__Aim of the task__
Reproduce the data that follows in its entirety, character for character.

__Material provided__
>>>
//! Symbolic execution of statements. Every statement is executed once for all values of its inputs: branches run in
//! layers of their own that are merged under their condition, loops with known bounds are unrolled, and `break`, `return`
//! and the like leave a condition under which the rest is not executed.

use std::collections::BTreeMap;

use super::bits::{self, Bit, extend};
use super::context::{Elaborator, Outcome, Storage, VariableId, unsupported, wrong};
use super::environment::{Layer, Mode};
use super::place::{Base, Place, Want};
use super::scope::ScopeId;
use super::types::Type;
use crate::graph::{Site, SourceKind};
use crate::source::Span;
use crate::syntax::ast::{
    Assignment, BinaryOp, Declarator, Expr, ExprKind, ForInit, Item, ItemKind, Stmt, StmtKind, Unique,
};

/// How many passes a loop may take whose end depends on signals.
const VARIABLE_PASSES: usize = 1_024;

/// Something that a jump can leave.
#[derive(Clone, PartialEq, Eq, Debug)]
pub(super) enum Point {
    Loop,
    /// One pass of a loop, which `continue` leaves.
    Pass,
    Block(String),
    Call(String),
}

/// The conditions under which control leaves each enclosing point, by its depth.
pub(super) type Exits = BTreeMap<usize, Bit>;

/// Statements one after the other: the rest is executed in a layer of its own where an earlier one may have jumped.
struct Sequence {
    jumps: Vec<(Bit, Exits, Site)>,
}

impl Sequence {
    fn new() -> Self {
        Self { jumps: Vec::new() }
    }

    /// Takes note of the jumps of one statement; whether the next one can be reached.
    fn after(&mut self, elaborator: &mut Elaborator<'_>, exits: Exits, site: Site) -> bool {
        if exits.is_empty() {
            return true;
        }
        let conditions: Vec<Bit> = exits.values().copied().collect();
        let left = elaborator.or(&conditions, site);
        if left == Bit::Zero {
            return true;
        }
        elaborator.environment.push();
        self.jumps.push((left, exits, site));
        left != Bit::One
    }

    /// Joins all layers; the jumps of the whole sequence.
    fn finish(self, elaborator: &mut Elaborator<'_>) -> Exits {
        let mut rest = Exits::new();
        for (left, exits, site) in self.jumps.into_iter().rev() {
            let layer = elaborator.environment.pop();
            elaborator.merge(left, Layer::new(), layer, false, site);
            rest = elaborator.join_exits(left, exits, rest, site);
        }
        rest
    }
}

fn declarators(item: &Item) -> Option<&Vec<Declarator>> {
    match &item.kind {
        ItemKind::Var { names, .. } => Some(names),
        _ => None,
    }
}

/// Whether an expression that is looked at more than once would step a variable more than once.
pub(super) fn has_step(expr: &Expr) -> bool {
    match &expr.kind {
        ExprKind::Assign(_) | ExprKind::Postfix(_) => true,
        ExprKind::Member(base, _) | ExprKind::Unary(_, base) | ExprKind::Cast(_, base) => has_step(base),
        ExprKind::Index(base, index) => has_step(base) || has_step(index),
        ExprKind::Slice { base, left, right, .. } => has_step(base) || has_step(left) || has_step(right),
        ExprKind::Binary(_, left, right) => has_step(left) || has_step(right),
        ExprKind::Cond(condition, then, otherwise) => [condition, then, otherwise].iter().any(|part| has_step(part)),
        ExprKind::Concat(parts) => parts.iter().any(has_step),
        _ => false,
    }
}

/// The head of a statement: from its keyword to the end of its condition.
pub(super) fn head(statement: Span, condition: Span) -> Span {
    if statement.file == condition.file && statement.start <= condition.end {
        Span { file: statement.file, start: statement.start, end: condition.end }
    } else {
        statement
    }
}
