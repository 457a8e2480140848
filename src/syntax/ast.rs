//! The owned syntax tree that elaboration works on. It keeps what synthesis needs of IEEE 1364-2005 and IEEE 1800-2017
//! and drops the rest, knows no parser types, and is `Send` and serialisable so that a file's tree can be cached.
//! Names are unresolved; `a.b` may be a structure member or a hierarchical name, and only elaboration can tell.
//! What is passed over on purpose (assertions, coverage, `initial` with delays) is kept as [`ItemKind::Skipped`] or
//! [`StmtKind::Skipped`], so that it can be counted; what we cannot represent is `Unsupported`, never dropped.

use crate::source::Span;

/// A name as written, without the backslash and the space of an escaped identifier.
#[derive(Clone, PartialEq, Eq, Hash, Debug)]
pub struct Ident {
    pub name: String,
    pub span: Span,
}

/// Attributes `(* name = value *)` of the item or statement they stand on.
pub type Attributes = Vec<Attribute>;

#[derive(Clone, Debug)]
pub struct Attribute {
    pub name: Ident,
    pub value: Option<Expr>,
}

/// Everything one compilation unit (one source file) declares, in source order.
#[derive(Clone, Debug, Default)]
pub struct Unit {
    pub modules: Vec<Module>,
    pub packages: Vec<Package>,
    pub udps: Vec<Udp>,
    /// Headers of modules and interfaces declared `extern`.
    pub externs: Vec<Module>,
    /// Items at compilation-unit scope: typedefs, functions, parameters, imports, binds.
    pub items: Vec<Item>,
}

impl Unit {
    /// Adds what another part of the same file declares.
    pub fn append(&mut self, other: Unit) {
        self.modules.extend(other.modules);
        self.packages.extend(other.packages);
        self.udps.extend(other.udps);
        self.externs.extend(other.externs);
        self.items.extend(other.items);
    }
}

#[derive(Clone, Copy, PartialEq, Eq, Debug)]
pub enum ModuleKind {
    Module,
    Interface,
    Program,
}

/// `` `default_nettype `` in force at the module's header.
#[derive(Clone, Copy, PartialEq, Eq, Debug)]
pub enum DefaultNettype {
    Net(NetKind),
    None,
}

#[derive(Clone, Debug)]
pub struct Module {
    pub kind: ModuleKind,
    pub name: Ident,
    /// The whole declaration, `module` to `endmodule`.
    pub span: Span,
    pub attributes: Attributes,
    pub default_nettype: DefaultNettype,
    /// Imports in the header.
    pub imports: Vec<Import>,
    /// `#( ... )` of the header; parameters declared in the body are items.
    pub params: Vec<Param>,
    pub ports: Ports,
    pub items: Vec<Item>,
}

#[derive(Clone, Debug)]
pub enum Ports {
    /// `module m (input a, output b);`, each with everything inherited from the one before already filled in.
    Ansi(Vec<AnsiPort>),
    /// `module m (a, b, .c(d), {e, f});`, directions are `ItemKind::PortDecl` items.
    NonAnsi(Vec<PortRef>),
    /// `module m (.*);`: as an extern declaration says. None is left when the tree of a file is whole, unless there is no such
    /// declaration.
    Wildcard,
    /// `module m;` or `module m ();`
    None,
}

#[derive(Clone, Copy, PartialEq, Eq, Debug)]
pub enum Direction {
    Input,
    Output,
    Inout,
    Ref,
}

#[derive(Clone, Debug)]
pub struct AnsiPort {
    pub attributes: Attributes,
    pub kind: AnsiPortKind,
    pub name: Ident,
    /// Unpacked dimensions after the name.
    pub dims: Vec<Dim>,
    pub default: Option<Expr>,
    pub span: Span,
}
<<<
__Exercise answer__
//! Symbolic execution of statements. Every statement is executed once for all values of its inputs: branches run in
//! layers of their own that are merged under their condition, loops with known bounds are unrolled, and `break`, `return`
//! and the like leave a condition under which the rest is not executed.

use std::collections::BTreeMap;

use super::bits::{self, Bit, extend};
use super::context::{Elaborator, Outcome, Storage, VariableId, unsupported, wrong};
use super::environment::{Layer, Mode};
use super::place::{Base, Place, Want};
use super::scope::ScopeId;
use super::types::Type;
use crate::graph::{Site, SourceKind};
use crate::source::Span;
use crate::syntax::ast::{
    Assignment, BinaryOp, Declarator, Expr, ExprKind, ForInit, Item, ItemKind, Stmt, StmtKind, Unique,
};

/// How many passes a loop may take whose end depends on signals.
const VARIABLE_PASSES: usize = 1_024;

/// Something that a jump can leave.
#[derive(Clone, PartialEq, Eq, Debug)]
pub(super) enum Point {
    Loop,
    /// One pass of a loop, which `continue` leaves.
    Pass,
    Block(String),
    Call(String),
}

/// The conditions under which control leaves each enclosing point, by its depth.
pub(super) type Exits = BTreeMap<usize, Bit>;

/// Statements one after the other: the rest is executed in a layer of its own where an earlier one may have jumped.
struct Sequence {
    jumps: Vec<(Bit, Exits, Site)>,
}

impl Sequence {
    fn new() -> Self {
        Self { jumps: Vec::new() }
    }

    /// Takes note of the jumps of one statement; whether the next one can be reached.
    fn after(&mut self, elaborator: &mut Elaborator<'_>, exits: Exits, site: Site) -> bool {
        if exits.is_empty() {
            return true;
        }
        let conditions: Vec<Bit> = exits.values().copied().collect();
        let left = elaborator.or(&conditions, site);
        if left == Bit::Zero {
            return true;
        }
        elaborator.environment.push();
        self.jumps.push((left, exits, site));
        left != Bit::One
    }

    /// Joins all layers; the jumps of the whole sequence.
    fn finish(self, elaborator: &mut Elaborator<'_>) -> Exits {
        let mut rest = Exits::new();
        for (left, exits, site) in self.jumps.into_iter().rev() {
            let layer = elaborator.environment.pop();
            elaborator.merge(left, Layer::new(), layer, false, site);
            rest = elaborator.join_exits(left, exits, rest, site);
        }
        rest
    }
}

fn declarators(item: &Item) -> Option<&Vec<Declarator>> {
    match &item.kind {
        ItemKind::Var { names, .. } => Some(names),
        _ => None,
    }
}

/// Whether an expression that is looked at more than once would step a variable more than once.
pub(super) fn has_step(expr: &Expr) -> bool {
    match &expr.kind {
        ExprKind::Assign(_) | ExprKind::Postfix(_) => true,
        ExprKind::Member(base, _) | ExprKind::Unary(_, base) | ExprKind::Cast(_, base) => has_step(base),
        ExprKind::Index(base, index) => has_step(base) || has_step(index),
        ExprKind::Slice { base, left, right, .. } => has_step(base) || has_step(left) || has_step(right),
        ExprKind::Binary(_, left, right) => has_step(left) || has_step(right),
        ExprKind::Cond(condition, then, otherwise) => [condition, then, otherwise].iter().any(|part| has_step(part)),
        ExprKind::Concat(parts) => parts.iter().any(has_step),
        _ => false,
    }
}

/// The head of a statement: from its keyword to the end of its condition.
pub(super) fn head(statement: Span, condition: Span) -> Span {
    if statement.file == condition.file && statement.start <= condition.end {
        Span { file: statement.file, start: statement.start, end: condition.end }
    } else {
        statement
    }
}
repository 457a8e2480140848
filename src/syntax/ast.rs
//! The owned syntax tree that elaboration works on. It keeps what synthesis needs of IEEE 1364-2005 and IEEE 1800-2017
//! and drops the rest, knows no parser types, and is `Send` and serialisable so that a file's tree can be cached.
//! Names are unresolved; `a.b` may be a structure member or a hierarchical name, and only elaboration can tell.
//! What is passed over on purpose (assertions, coverage, `initial` with delays) is kept as [`ItemKind::Skipped`] or
//! [`StmtKind::Skipped`], so that it can be counted; what we cannot represent is `Unsupported`, never dropped.

use crate::source::Span;

/// A name as written, without the backslash and the space of an escaped identifier.
#[derive(Clone, PartialEq, Eq, Hash, Debug)]
pub struct Ident {
    pub name: String,
    pub span: Span,
}

/// Attributes `(* name = value *)` of the item or statement they stand on.
pub type Attributes = Vec<Attribute>;

#[derive(Clone, Debug)]
pub struct Attribute {
    pub name: Ident,
    pub value: Option<Expr>,
}

/// Everything one compilation unit (one source file) declares, in source order.
#[derive(Clone, Debug, Default)]
pub struct Unit {
    pub modules: Vec<Module>,
    pub packages: Vec<Package>,
    pub udps: Vec<Udp>,
    /// Headers of modules and interfaces declared `extern`.
    pub externs: Vec<Module>,
    /// Items at compilation-unit scope: typedefs, functions, parameters, imports, binds.
    pub items: Vec<Item>,
}

impl Unit {
    /// Adds what another part of the same file declares.
    pub fn append(&mut self, other: Unit) {
        self.modules.extend(other.modules);
        self.packages.extend(other.packages);
        self.udps.extend(other.udps);
        self.externs.extend(other.externs);
        self.items.extend(other.items);
    }
}

#[derive(Clone, Copy, PartialEq, Eq, Debug)]
pub enum ModuleKind {
    Module,
    Interface,
    Program,
}

/// `` `default_nettype `` in force at the module's header.
#[derive(Clone, Copy, PartialEq, Eq, Debug)]
pub enum DefaultNettype {
    Net(NetKind),
    None,
}

#[derive(Clone, Debug)]
pub struct Module {
    pub kind: ModuleKind,
    pub name: Ident,
    /// The whole declaration, `module` to `endmodule`.
    pub span: Span,
    pub attributes: Attributes,
    pub default_nettype: DefaultNettype,
    /// Imports in the header.
    pub imports: Vec<Import>,
    /// `#( ... )` of the header; parameters declared in the body are items.
    pub params: Vec<Param>,
    pub ports: Ports,
    pub items: Vec<Item>,
}

#[derive(Clone, Debug)]
pub enum Ports {
    /// `module m (input a, output b);`, each with everything inherited from the one before already filled in.
    Ansi(Vec<AnsiPort>),
    /// `module m (a, b, .c(d), {e, f});`, directions are `ItemKind::PortDecl` items.
    NonAnsi(Vec<PortRef>),
    /// `module m (.*);`: as an extern declaration says. None is left when the tree of a file is whole, unless there is no such
    /// declaration.
    Wildcard,
    /// `module m;` or `module m ();`
    None,
}

#[derive(Clone, Copy, PartialEq, Eq, Debug)]
pub enum Direction {
    Input,
    Output,
    Inout,
    Ref,
}

#[derive(Clone, Debug)]
pub struct AnsiPort {
    pub attributes: Attributes,
    pub kind: AnsiPortKind,
    pub name: Ident,
    /// Unpacked dimensions after the name.
    pub dims: Vec<Dim>,
    pub default: Option<Expr>,
    pub span: Span,
}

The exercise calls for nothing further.